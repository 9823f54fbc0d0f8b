#include "mesh/panel.hpp"

#include <gtest/gtest.h>

#include <cmath>
#include <functional>
#include <limits>
#include <set>
#include <utility>

#include "tests/mesh/panels.hpp"

namespace panelwright::mesh {
namespace {

using test::gauge_panel;
using test::hill_top_panel;

constexpr double infinite = std::numeric_limits<double>::infinity();
const double not_a_number = std::nan("");

Probe& pin(Panel& panel) {
    return std::get<Probe>(panel.feed);
}
Tab& tab(Panel& panel) {
    return std::get<Tab>(panel.feed);
}

/// A change of a good panel that breaks one rule, and the problem it must give.
struct Broken {
    std::string name;
    Panel good;
    std::function<void(Panel&)> spoil;
    std::string key;
    std::string other_key;
    std::vector<std::string> words;  ///< that the message must contain
};

std::ostream& operator<<(std::ostream& out, const Broken& broken) {
    return out << broken.name;
}

Panel with_two_posts() {
    return test::with_tubes(
        {.x = -0.038, .y = 0.0, .diameter = 0.002},
        {{.x = 0.0, .y = 0.0, .diameter = 0.003}, {.x = 0.03, .y = 0.02, .diameter = 0.003}});
}

std::vector<Broken> broken_fields() {
    const Panel probe = gauge_panel();
    const Panel strip = hill_top_panel();
    const Panel posts = with_two_posts();
    return {
        {"length_zero",
         probe,
         [](Panel& p) { p.patch.length = 0.0; },
         "patch.length",
         "",
         {"0 mm", "positive"}},
        {"length_nan",
         probe,
         [](Panel& p) { p.patch.length = not_a_number; },
         "patch.length",
         "",
         {"finite"}},
        {"width_negative", probe, [](Panel& p) { p.patch.width = -0.165; }, "patch.width", "", {"-165 mm"}},
        {"thickness_negative",
         probe,
         [](Panel& p) { p.patch.thickness = -1e-3; },
         "patch.thickness",
         "",
         {"-1 mm"}},
        {"thickness_infinite",
         probe,
         [](Panel& p) { p.patch.thickness = infinite; },
         "patch.thickness",
         "",
         {"finite"}},
        {"patch_conductivity",
         probe,
         [](Panel& p) { p.patch.conductivity = 0.0; },
         "patch.conductivity",
         "",
         {"S/m"}},
        {"height_zero", probe, [](Panel& p) { p.spacer.height = 0.0; }, "spacer.height", "", {"0 mm"}},
        {"permittivity_low",
         probe,
         [](Panel& p) { p.spacer.permittivity = 0.9; },
         "spacer.permittivity",
         "",
         {"0.9"}},
        {"permittivity_high",
         probe,
         [](Panel& p) { p.spacer.permittivity = 101.0; },
         "spacer.permittivity",
         "",
         {"100"}},
        {"permittivity_nan",
         probe,
         [](Panel& p) { p.spacer.permittivity = not_a_number; },
         "spacer.permittivity",
         "",
         {"finite"}},
        {"loss_negative",
         probe,
         [](Panel& p) { p.spacer.loss_tangent = -0.01; },
         "spacer.loss_tangent",
         "",
         {"-0.01"}},
        {"loss_high",
         probe,
         [](Panel& p) { p.spacer.loss_tangent = 1.5; },
         "spacer.loss_tangent",
         "",
         {"1.5"}},
        {"pin_x_nan", probe, [](Panel& p) { pin(p).x = not_a_number; }, "feed.x", "", {"finite"}},
        {"pin_y_infinite", probe, [](Panel& p) { pin(p).y = infinite; }, "feed.y", "", {"finite"}},
        {"pin_diameter", probe, [](Panel& p) { pin(p).diameter = 0.0; }, "feed.diameter", "", {"positive"}},
        {"tab_width", strip, [](Panel& p) { tab(p).width = 0.0; }, "feed.width", "", {"positive"}},
        {"notch_depth_negative",
         strip,
         [](Panel& p) { tab(p).notch_depth = -1e-3; },
         "feed.notch_depth",
         "",
         {"-1 mm"}},
        {"notch_depth_tiny",
         strip,
         [](Panel& p) { tab(p).notch_depth = 1e-9; },
         "feed.notch_depth",
         "",
         {"0.001 mm"}},
        {"notch_gap_negative",
         strip,
         [](Panel& p) { tab(p).notch_gap = -1e-3; },
         "feed.notch_gap",
         "",
         {"-1 mm"}},
        {"notch_gap_missing",
         strip,
         [](Panel& p) { tab(p).notch_gap = 0.0; },
         "feed.notch_gap",
         "",
         {"feed.notch_depth 8 mm", "positive"}},
        {"reach_negative", strip, [](Panel& p) { tab(p).reach = -1e-3; }, "feed.reach", "", {"-1 mm"}},
        {"reflector_length",
         probe,
         [](Panel& p) { p.reflector.length = 0.0; },
         "reflector.length",
         "",
         {"positive"}},
        {"reflector_width",
         probe,
         [](Panel& p) { p.reflector.width = infinite; },
         "reflector.width",
         "",
         {"finite"}},
        {"offset_x_nan",
         probe,
         [](Panel& p) { p.reflector.offset_x = not_a_number; },
         "reflector.offset_x",
         "",
         {"finite"}},
        {"offset_y_nan",
         probe,
         [](Panel& p) { p.reflector.offset_y = not_a_number; },
         "reflector.offset_y",
         "",
         {"finite"}},
        {"reflector_conductivity",
         probe,
         [](Panel& p) { p.reflector.conductivity = not_a_number; },
         "reflector.conductivity",
         "",
         {"positive"}},
        {"post_x_nan", posts, [](Panel& p) { p.posts[0].x = not_a_number; }, "post[1].x", "", {"finite"}},
        {"post_y_nan", posts, [](Panel& p) { p.posts[1].y = not_a_number; }, "post[2].y", "", {"finite"}},
        {"post_diameter",
         posts,
         [](Panel& p) { p.posts[1].diameter = -1.0; },
         "post[2].diameter",
         "",
         {"positive"}},
    };
}

std::vector<Broken> clashing_fields() {
    const Panel probe = gauge_panel();
    const Panel strip = hill_top_panel();
    const Panel posts = with_two_posts();
    const Panel pin_in_middle = test::with_tubes({.x = 0.01, .y = 0.0, .diameter = 0.002}, {});
    return {
        {"thick_sheet",
         probe,
         [](Panel& p) { p.patch.thickness = 0.015; },
         "patch.thickness",
         "spacer.height",
         {"15 mm"}},
        // The rim of a 2 mm pin is 1.25 mm: 73.5 - 1.25 = 72.25 mm and 82.5 - 1.25 = 81.25 mm.
        {"pin_beyond_x",
         probe,
         [](Panel& p) { pin(p).x = -0.0723; },
         "feed.x",
         "patch.length",
         {"-72.3 mm", "72.25 mm", "the pin"}},
        {"pin_beyond_y", probe, [](Panel& p) { pin(p).y = 0.0813; }, "feed.y", "patch.width", {"81.25 mm"}},
        {"pin_off_reflector",
         probe,
         [](Panel& p) {
             pin(p).x = 0.06;
             p.reflector = {.length = 0.15, .width = 0.26, .offset_x = -0.02};
         },
         "feed.x",
         "reflector.length",
         {"60 mm", "53.75 mm"}},
        {"pin_too_fat",
         probe,
         [](Panel& p) { pin(p) = {.x = 0.0, .y = 0.0, .diameter = 0.15}; },
         "feed.diameter",
         "patch.length",
         {"150 mm"}},
        {"post_beyond_x",
         posts,
         [](Panel& p) { p.posts[1].x = 0.08; },
         "post[2].x",
         "patch.length",
         {"post 2"}},
        {"post_beyond_y",
         posts,
         [](Panel& p) { p.posts[0].y = -0.09; },
         "post[1].y",
         "patch.width",
         {"post 1"}},
        {"post_off_reflector",
         posts,
         [](Panel& p) {
             p.posts[1].y = 0.075;
             p.reflector.width = 0.15;
         },
         "post[2].y",
         "reflector.width",
         {"post 2", "73.125 mm"}},
        {"post_in_pin",
         posts,
         [](Panel& p) { p.posts[0].x = -0.036; },
         "post[1].x",
         "feed.x",
         {"post 1", "the pin"}},
        // Rims 1.875 mm each; exactly 3.75 mm apart would do.
        {"post_in_post",
         posts,
         [](Panel& p) {
             p.posts[1] = {0.001, 0.0037, 0.003};
         },
         "post[2].y",
         "post[1].y",
         {"3.7 mm", "3.75 mm"}},
        {"post_in_strip",
         strip,
         [](Panel& p) { p.posts[0].x = -0.068; },
         "post[1].x",
         "feed.notch_depth",
         {"post 1"}},
        {"post_in_slit",
         strip,
         [](Panel& p) { p.posts[0] = {.x = -0.0695, .y = -0.005, .diameter = 0.003}; },
         "post[1].x",
         "feed.notch_depth",
         {"-3.5 mm"}},
        {"notch_too_deep",
         strip,
         [](Panel& p) { tab(p).notch_depth = 0.12; },
         "feed.notch_depth",
         "patch.length",
         {"120 mm", "110.25 mm"}},
        {"notch_too_wide",
         strip,
         [](Panel& p) { tab(p).notch_gap = 0.072; },
         "feed.width",
         "patch.width",
         {"149 mm", "148.5 mm"}},
        {"tab_too_wide",
         test::with_tab({.width = 0.012}),
         [](Panel& p) { tab(p).width = 0.15; },
         "feed.width",
         "patch.width",
         {"150 mm"}},
        {"tab_foot_off_in_x",
         strip,
         [](Panel& p) { tab(p).reach = 0.0366; },
         "feed.reach",
         "reflector.length",
         {"-110.1 mm", "-110 mm"}},
        {"tab_foot_off_in_y",
         strip,
         [](Panel& p) {
             tab(p) = {.width = 0.1, .notch_depth = 0.0, .notch_gap = 0.0, .reach = 0.0};
             p.reflector = {.length = 0.22, .width = 0.125, .offset_x = 0.0, .offset_y = 0.018};
         },
         "feed.width",
         "reflector.width",
         {"-44.5 mm"}},
        {"reflector_short",
         pin_in_middle,
         [](Panel& p) { p.reflector.length = 0.073; },
         "reflector.length",
         "patch.length",
         {"37 mm", "36.75 mm"}},
        {"reflector_narrow",
         probe,
         [](Panel& p) { p.reflector.width = 0.08; },
         "reflector.width",
         "patch.width",
         {"80 mm"}},
        {"reflector_moved",
         pin_in_middle,
         [](Panel& p) { p.reflector.offset_x = 0.0735; },
         "reflector.offset_x",
         "reflector.length",
         {"73.5 mm"}},
        {"reflector_moved_in_y",
         probe,
         [](Panel& p) { p.reflector.offset_y = -0.089; },
         "reflector.offset_y",
         "reflector.width",
         {"-89 mm"}},
    };
}

class OneProblem : public testing::TestWithParam<Broken> {};

TEST_P(OneProblem, IsFoundOnceUnderItsFields) {
    const Broken& broken = GetParam();
    Panel panel = broken.good;
    ASSERT_TRUE(problems(panel).empty());
    broken.spoil(panel);
    const std::vector<PanelProblem> found = problems(panel);
    ASSERT_EQ(found.size(), 1U) << (found.size() > 1 ? found[1].message : std::string());
    EXPECT_EQ(found[0].key, broken.key);
    EXPECT_EQ(found[0].other_key, broken.other_key);
    EXPECT_NE(found[0].message.find(broken.key), std::string::npos) << found[0].message;
    EXPECT_NE(found[0].message.find(broken.other_key), std::string::npos) << found[0].message;
    for (const std::string& word : broken.words) {
        EXPECT_NE(found[0].message.find(word), std::string::npos) << word << " in: " << found[0].message;
    }
}

std::string broken_name(const testing::TestParamInfo<Broken>& info) {
    return info.param.name;
}

INSTANTIATE_TEST_SUITE_P(Fields, OneProblem, testing::ValuesIn(broken_fields()), broken_name);
INSTANTIATE_TEST_SUITE_P(Clashes, OneProblem, testing::ValuesIn(clashing_fields()), broken_name);

TEST(PanelProblems, GoodPanelsHaveNone) {
    for (const auto& [name, panel] : test::assorted_panels()) {
        const auto found = problems(panel);
        EXPECT_TRUE(found.empty()) << name << ": " << found.front().message;
    }
}

TEST(PanelProblems, LimitsThemselvesAreAllowed) {
    Panel panel = gauge_panel();
    panel.spacer.permittivity = 100.0;
    panel.spacer.loss_tangent = 1.0;
    panel.patch.thickness = 0.0;
    pin(panel) = {.x = -0.0735 + 0.00125, .y = 0.0825 - 0.00125, .diameter = 0.002};
    panel.reflector.length =
        0.147 - 0.03675;  // flush with the patch at one end, a quarter short at the other
    panel.reflector.offset_x = -0.5 * 0.03675;
    EXPECT_TRUE(problems(panel).empty()) << problems(panel).front().message;
}

TEST(PanelProblems, AreAllReportedTogetherAndNoneTwice) {
    Panel panel = with_two_posts();
    panel.patch.thickness = 0.02;
    panel.spacer.permittivity = 0.5;
    pin(panel).x = -0.2;
    panel.posts[0].diameter = -0.003;
    panel.posts[1].y = 0.2;
    const std::vector<PanelProblem> found = problems(panel);
    std::set<std::pair<std::string, std::string>> keys;
    for (const PanelProblem& problem : found) keys.insert({problem.key, problem.other_key});
    const std::set<std::pair<std::string, std::string>> expected = {{"patch.thickness", "spacer.height"},
                                                                    {"spacer.permittivity", ""},
                                                                    {"feed.x", "patch.length"},
                                                                    {"post[1].diameter", ""},
                                                                    {"post[2].y", "patch.width"}};
    EXPECT_EQ(keys, expected);
    EXPECT_EQ(found.size(), expected.size());
}

TEST(PanelProblems, UnusableFieldsHaveNoConsequences) {
    const Panel nothing;  // all dimensions zero
    std::set<std::string> keys;
    for (const PanelProblem& problem : problems(nothing)) {
        EXPECT_TRUE(problem.other_key.empty()) << problem.message;
        keys.insert(problem.key);
    }
    EXPECT_EQ(keys, (std::set<std::string>{"patch.length", "patch.width", "spacer.height", "feed.diameter",
                                           "reflector.length", "reflector.width"}));
}

TEST(MirrorSymmetric, LooksAtFeedReflectorAndPosts) {
    EXPECT_TRUE(mirror_symmetric(gauge_panel()));
    EXPECT_TRUE(mirror_symmetric(hill_top_panel()));
    EXPECT_FALSE(mirror_symmetric(test::dike_panel()));
    Panel panel = gauge_panel();
    panel.reflector.offset_y = 1e-6;
    EXPECT_FALSE(mirror_symmetric(panel));
    panel = gauge_panel();
    panel.posts = {{0.01, 0.02, 0.003}, {0.01, -0.02, 0.003}};
    EXPECT_TRUE(mirror_symmetric(panel));
    panel.posts[1].diameter = 0.002;
    EXPECT_FALSE(mirror_symmetric(panel));
}

}  // namespace
}  // namespace panelwright::mesh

----

- _Work item_: Exact reproduction is required. Give the lines of the data from its first line through the line containing "-0.038, .y = 0.0, .diameter", and no others.

- _Written answer_:
repository 9823f54fbc0d0f8b
#include "mesh/panel.hpp"

#include <gtest/gtest.h>

#include <cmath>
#include <functional>
#include <limits>
#include <set>
#include <utility>

#include "tests/mesh/panels.hpp"

namespace panelwright::mesh {
namespace {

using test::gauge_panel;
using test::hill_top_panel;

constexpr double infinite = std::numeric_limits<double>::infinity();
const double not_a_number = std::nan("");

Probe& pin(Panel& panel) {
    return std::get<Probe>(panel.feed);
}
Tab& tab(Panel& panel) {
    return std::get<Tab>(panel.feed);
}

/// A change of a good panel that breaks one rule, and the problem it must give.
struct Broken {
    std::string name;
    Panel good;
    std::function<void(Panel&)> spoil;
    std::string key;
    std::string other_key;
    std::vector<std::string> words;  ///< that the message must contain
};

std::ostream& operator<<(std::ostream& out, const Broken& broken) {
    return out << broken.name;
}

Panel with_two_posts() {
    return test::with_tubes(
        {.x = -0.038, .y = 0.0, .diameter = 0.002},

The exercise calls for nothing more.